__How to complete this task__: Output exactly the lines below, starting with the line that has "if ! pid_alive" and going on through the line that has "status) cmd_status ;;", both included, and no other lines.

[Opening Data to process section]

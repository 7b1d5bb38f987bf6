#!/usr/bin/env bash
# scripts/db.sh – a private MariaDB instance for Quorum (Debian's packages, data under .data/).
#
#   bash scripts/db.sh start    initialise (first time), start on 127.0.0.1:$QUORUM_DB_PORT, ensure
#                               the databases `quorum` and `quorum_test` and the user quorum@127.0.0.1
#   bash scripts/db.sh stop     SIGTERM the server and wait until it is gone
#   bash scripts/db.sh status   "running …" (exit 0) or "not running" (exit 3)
#   bash scripts/db.sh reset    drop and recreate `quorum` and `quorum_test` (starts the server if needed)
#   bash scripts/db.sh url      print the development DATABASE_URL
#   bash scripts/db.sh shell    a root client on the socket (for poking around)
#
# Environment: QUORUM_DB_PORT (default 3366); QUORUM_DB_DATA (default <repo>/.data: data dir, socket,
# pid, log — tests use it for a throw-away second instance). DATABASE_URL set means "use that existing server":
# start/stop/status only say so, reset refuses, url prints it.
set -euo pipefail

ROOT="$(cd "$(dirname "${BASH_SOURCE[0]}")/.." && pwd)"
DATA="${QUORUM_DB_DATA:-$ROOT/.data}"
mkdir -p "$DATA"
DATA="$(cd "$DATA" && pwd)"
DATADIR="$DATA/mariadb"
PID_FILE="$DATA/mariadb.pid"
LOG_FILE="$DATA/mariadb.log"
PORT_FILE="$DATA/mariadb.port" # the port the running server listens on
PORT="${QUORUM_DB_PORT:-3366}"
SOCK="$DATA/mariadb.sock"
# A unix socket path is limited to ~107 bytes; fall back to /tmp for deeply nested checkouts.
if [ "${#SOCK}" -gt 100 ]; then
  SOCK="/tmp/quorum-mariadb-$(printf '%s' "$ROOT" | cksum | cut -d' ' -f1).sock"
fi
DB_DEV="quorum"
DB_TEST="quorum_test"
DB_USER="quorum"
DB_PASS="quorum"
ME="$(id -un)"

say() { printf 'db: %s\n' "$*"; }
die() { printf 'db: %s\n' "$1" >&2; exit "${2:-1}"; }

find_bin() { # find_bin NAME → path (PATH, then /usr/sbin, /usr/bin)
  local p
  p="$(command -v "$1" 2>/dev/null || true)"
  if [ -z "$p" ]; then
    for d in /usr/sbin /usr/bin /usr/local/sbin /usr/local/bin; do
      if [ -x "$d/$1" ]; then p="$d/$1"; break; fi
    done
  fi
  printf '%s' "$p"
}

ensure_installed() {
  MARIADBD="$(find_bin mariadbd)"
  MARIADB="$(find_bin mariadb)"
  INSTALL_DB="$(find_bin mariadb-install-db)"
  if [ -n "$MARIADBD" ] && [ -n "$MARIADB" ] && [ -n "$INSTALL_DB" ]; then return 0; fi
  local cmd="apt-get update && apt-get install -y --no-install-recommends mariadb-server-core mariadb-client-core"
  if [ "$(id -u)" -ne 0 ]; then
    die "MariaDB is not installed. As root, run: $cmd" 4
  fi
  say "MariaDB is not installed; installing Debian's packages (about 10 s)"
  apt-get update -q >/dev/null
  DEBIAN_FRONTEND=noninteractive apt-get install -y -q --no-install-recommends \
    mariadb-server-core mariadb-client-core >/dev/null
  MARIADBD="$(find_bin mariadbd)"
  MARIADB="$(find_bin mariadb)"
  INSTALL_DB="$(find_bin mariadb-install-db)"
  [ -n "$MARIADBD" ] && [ -n "$MARIADB" ] && [ -n "$INSTALL_DB" ] || die "installing MariaDB failed"
}

# proc_running PID → 0 if the process exists and is not a zombie (state Z counts as dead)
proc_running() {
  local pid="$1" state
  [ -n "$pid" ] && [ -r "/proc/$pid/stat" ] || return 1
  state="$(sed -e 's/^.*) //' "/proc/$pid/stat" 2>/dev/null | cut -d' ' -f1)" || return 1
  [ -n "$state" ] && [ "$state" != "Z" ] && [ "$state" != "X" ]
}

# pid_alive PID → 0 if the process is running (not a zombie) and is a mariadbd
pid_alive() {
  local pid="$1" comm
  proc_running "$pid" || return 1
  comm="$(cat "/proc/$pid/comm" 2>/dev/null || true)"
  case "$comm" in mariadbd|mysqld) return 0 ;; *) return 1 ;; esac
}

# running_pid → prints the pid of our running server; removes a stale pid file
running_pid() {
  [ -f "$PID_FILE" ] || return 1
  local pid
  pid="$(tr -dc '0-9' <"$PID_FILE" 2>/dev/null || true)"
  if pid_alive "$pid"; then printf '%s' "$pid"; return 0; fi
  rm -f "$PID_FILE"
  return 1
}

root_sql() { # root_sql [mariadb args…] – root over the unix socket
  "$MARIADB" --no-defaults --protocol=socket --socket="$SOCK" -uroot "$@"
}

socket_ready() { root_sql -N -e 'SELECT 1' >/dev/null 2>&1; }

port_taken() { # something already accepts connections on 127.0.0.1:$PORT
  (exec 3<>"/dev/tcp/127.0.0.1/$PORT") >/dev/null 2>&1
}

port_message() {
  printf 'port %s is in use by another process; set QUORUM_DB_PORT=<free port> or stop it' "$PORT"
}

init_datadir() {
  if [ -d "$DATADIR/mysql" ]; then return 0; fi
  mkdir -p "$DATA"
  rm -rf "$DATADIR" # a half-initialised directory from an interrupted run
  mkdir -p "$DATADIR"
  say "initialising $DATADIR"
  if ! "$INSTALL_DB" --no-defaults --user="$ME" --datadir="$DATADIR" \
      --auth-root-authentication-method=socket --skip-test-db >"$DATA/mariadb-install.log" 2>&1; then
    tail -n 20 "$DATA/mariadb-install.log" >&2 || true
    rm -rf "$DATADIR"
    die "mariadb-install-db failed (log: $DATA/mariadb-install.log)"
  fi
}

ensure_databases() {
  root_sql <<SQL
CREATE DATABASE IF NOT EXISTS \`$DB_DEV\` CHARACTER SET utf8mb4 COLLATE utf8mb4_unicode_ci;
CREATE DATABASE IF NOT EXISTS \`$DB_TEST\` CHARACTER SET utf8mb4 COLLATE utf8mb4_unicode_ci;
CREATE USER IF NOT EXISTS '$DB_USER'@'127.0.0.1' IDENTIFIED BY '$DB_PASS';
GRANT ALL PRIVILEGES ON \`$DB_DEV\`.* TO '$DB_USER'@'127.0.0.1';
GRANT ALL PRIVILEGES ON \`$DB_TEST\`.* TO '$DB_USER'@'127.0.0.1';
GRANT ALL PRIVILEGES ON \`quorum\\_%\`.* TO '$DB_USER'@'127.0.0.1';
FLUSH PRIVILEGES;
SQL
}

# Serialise start/stop/reset: two concurrent starts must not launch two servers on one datadir.
take_lock() {
  if command -v flock >/dev/null 2>&1; then
    exec 9>"$DATA/db.lock"
    flock -w 120 9 || die "another db.sh is still busy (lock $DATA/db.lock)"
  fi
}

external_note() {
  local safe
  safe="$(printf '%s' "$DATABASE_URL" | sed -E 's#(://[^:/@]+):[^@]*@#\1:***@#')"
  say "DATABASE_URL is set ($safe): using that existing server, so '$1' does nothing here"
}

cmd_start() {
  if [ -n "${DATABASE_URL:-}" ]; then external_note start; return 0; fi
  ensure_installed
  local pid
  if pid="$(running_pid)"; then
    local actual
    actual="$(cat "$PORT_FILE" 2>/dev/null || echo "$PORT")"
    if [ "$actual" != "$PORT" ]; then
      die "already running (pid $pid) on 127.0.0.1:$actual, not on the requested port $PORT: stop it first (npm run db stop)"
    fi
    ensure_databases
    say "already running (pid $pid) on 127.0.0.1:$PORT"
    return 0
  fi
  if socket_ready; then # our server without a pid file
    ensure_databases
    say "already running (socket $SOCK answers) on 127.0.0.1:$PORT"
    return 0
  fi
  if port_taken; then die "$(port_message)" 2; fi
  init_datadir
  rm -f "$SOCK" "$SOCK.lock"
  printf '%s\n' "$PORT" >"$PORT_FILE"
  : >"$LOG_FILE.start"
  # setsid: the server must outlive the shell (and test runner) that started it.
  local launcher=()
  if command -v setsid >/dev/null 2>&1; then launcher=(setsid); fi
  "${launcher[@]}" "$MARIADBD" --no-defaults --user="$ME" --datadir="$DATADIR" --port="$PORT" \
    --bind-address=127.0.0.1 --socket="$SOCK" --pid-file="$PID_FILE" --log-error="$LOG_FILE" \
    --skip-name-resolve --character-set-server=utf8mb4 --collation-server=utf8mb4_unicode_ci \
    --default-time-zone=+00:00 \
    </dev/null >>"$LOG_FILE.start" 2>&1 9>&- &
  local child=$!
  local i
  for i in $(seq 1 300); do # up to 30 s
    if socket_ready; then break; fi
    if ! proc_running "$child" && ! running_pid >/dev/null; then
      # the server exited: say why
      if tail -n 40 "$LOG_FILE" 2>/dev/null | grep -qE 'Bind on TCP/IP port|errno: 98|Address already in use'; then
        die "$(port_message)" 2
      fi
      tail -n 15 "$LOG_FILE" >&2 2>/dev/null || true
      die "mariadbd exited during start-up (log: $LOG_FILE)"
    fi
    sleep 0.1
  done
  socket_ready || die "mariadbd did not become ready within 30 s (log: $LOG_FILE)"
  ensure_databases
  pid="$(running_pid || printf '%s' "$child")"
  say "started (pid $pid) on 127.0.0.1:$PORT; databases $DB_DEV, $DB_TEST; user $DB_USER@127.0.0.1"
}

cmd_stop() {
  if [ -n "${DATABASE_URL:-}" ]; then external_note stop; return 0; fi
  local pid
  if ! pid="$(running_pid)"; then say "not running"; return 0; fi
  kill -TERM "$pid" 2>/dev/null || true
  local i
  for i in $(seq 1 600); do # up to 60 s
    if ! pid_alive "$pid"; then
      rm -f "$PID_FILE"
      say "stopped (pid $pid)"
      return 0
    fi
    sleep 0.1
  done
  die "mariadbd (pid $pid) did not stop within 60 s"
}

cmd_status() {
  if [ -n "${DATABASE_URL:-}" ]; then external_note status; return 0; fi
  local pid
  if pid="$(running_pid)"; then
    say "running (pid $pid) on 127.0.0.1:$(cat "$PORT_FILE" 2>/dev/null || echo "$PORT"); socket $SOCK; data $DATADIR"
    return 0
  fi
  say "not running (port $PORT; data $DATADIR)"
  return 3
}

cmd_reset() {
  if [ -n "${DATABASE_URL:-}" ]; then
    die "DATABASE_URL is set: refusing to drop databases on an external server"
  fi
  cmd_start >/dev/null
  root_sql -e "DROP DATABASE IF EXISTS \`$DB_DEV\`; DROP DATABASE IF EXISTS \`$DB_TEST\`;"
  ensure_databases
  say "reset: $DB_DEV and $DB_TEST dropped and recreated (empty; run npm run migrate)"
}

cmd_url() {
  if [ -n "${DATABASE_URL:-}" ]; then printf '%s\n' "$DATABASE_URL"; return 0; fi
  printf 'mysql://%s:%s@127.0.0.1:%s/%s\n' "$DB_USER" "$DB_PASS" "$PORT" "$DB_DEV"
}

cmd_shell() {
  if [ -n "${DATABASE_URL:-}" ]; then die "DATABASE_URL is set: use your own client for that server"; fi
  ensure_installed
  running_pid >/dev/null || socket_ready || die "not running: npm run db start" 3
  root_sql "$@"
}

case "${1:-}" in
  start) take_lock; cmd_start ;;
  stop) take_lock; cmd_stop ;;
  status) cmd_status ;;
  reset) take_lock; cmd_reset ;;
  url) cmd_url ;;
  shell) shift; cmd_shell "$@" ;;
  *)
    echo "usage: bash scripts/db.sh start|stop|status|reset|url|shell   (npm run db -- <command>)" >&2
    exit 64
    ;;
esac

[Closing Data to process section]

__Result of the task__:
    if ! pid_alive "$pid"; then
      rm -f "$PID_FILE"
      say "stopped (pid $pid)"
      return 0
    fi
    sleep 0.1
  done
  die "mariadbd (pid $pid) did not stop within 60 s"
}

cmd_status() {
  if [ -n "${DATABASE_URL:-}" ]; then external_note status; return 0; fi
  local pid
  if pid="$(running_pid)"; then
    say "running (pid $pid) on 127.0.0.1:$(cat "$PORT_FILE" 2>/dev/null || echo "$PORT"); socket $SOCK; data $DATADIR"
    return 0
  fi
  say "not running (port $PORT; data $DATADIR)"
  return 3
}

cmd_reset() {
  if [ -n "${DATABASE_URL:-}" ]; then
    die "DATABASE_URL is set: refusing to drop databases on an external server"
  fi
  cmd_start >/dev/null
  root_sql -e "DROP DATABASE IF EXISTS \`$DB_DEV\`; DROP DATABASE IF EXISTS \`$DB_TEST\`;"
  ensure_databases
  say "reset: $DB_DEV and $DB_TEST dropped and recreated (empty; run npm run migrate)"
}

cmd_url() {
  if [ -n "${DATABASE_URL:-}" ]; then printf '%s\n' "$DATABASE_URL"; return 0; fi
  printf 'mysql://%s:%s@127.0.0.1:%s/%s\n' "$DB_USER" "$DB_PASS" "$PORT" "$DB_DEV"
}

cmd_shell() {
  if [ -n "${DATABASE_URL:-}" ]; then die "DATABASE_URL is set: use your own client for that server"; fi
  ensure_installed
  running_pid >/dev/null || socket_ready || die "not running: npm run db start" 3
  root_sql "$@"
}

case "${1:-}" in
  start) take_lock; cmd_start ;;
  stop) take_lock; cmd_stop ;;
  status) cmd_status ;;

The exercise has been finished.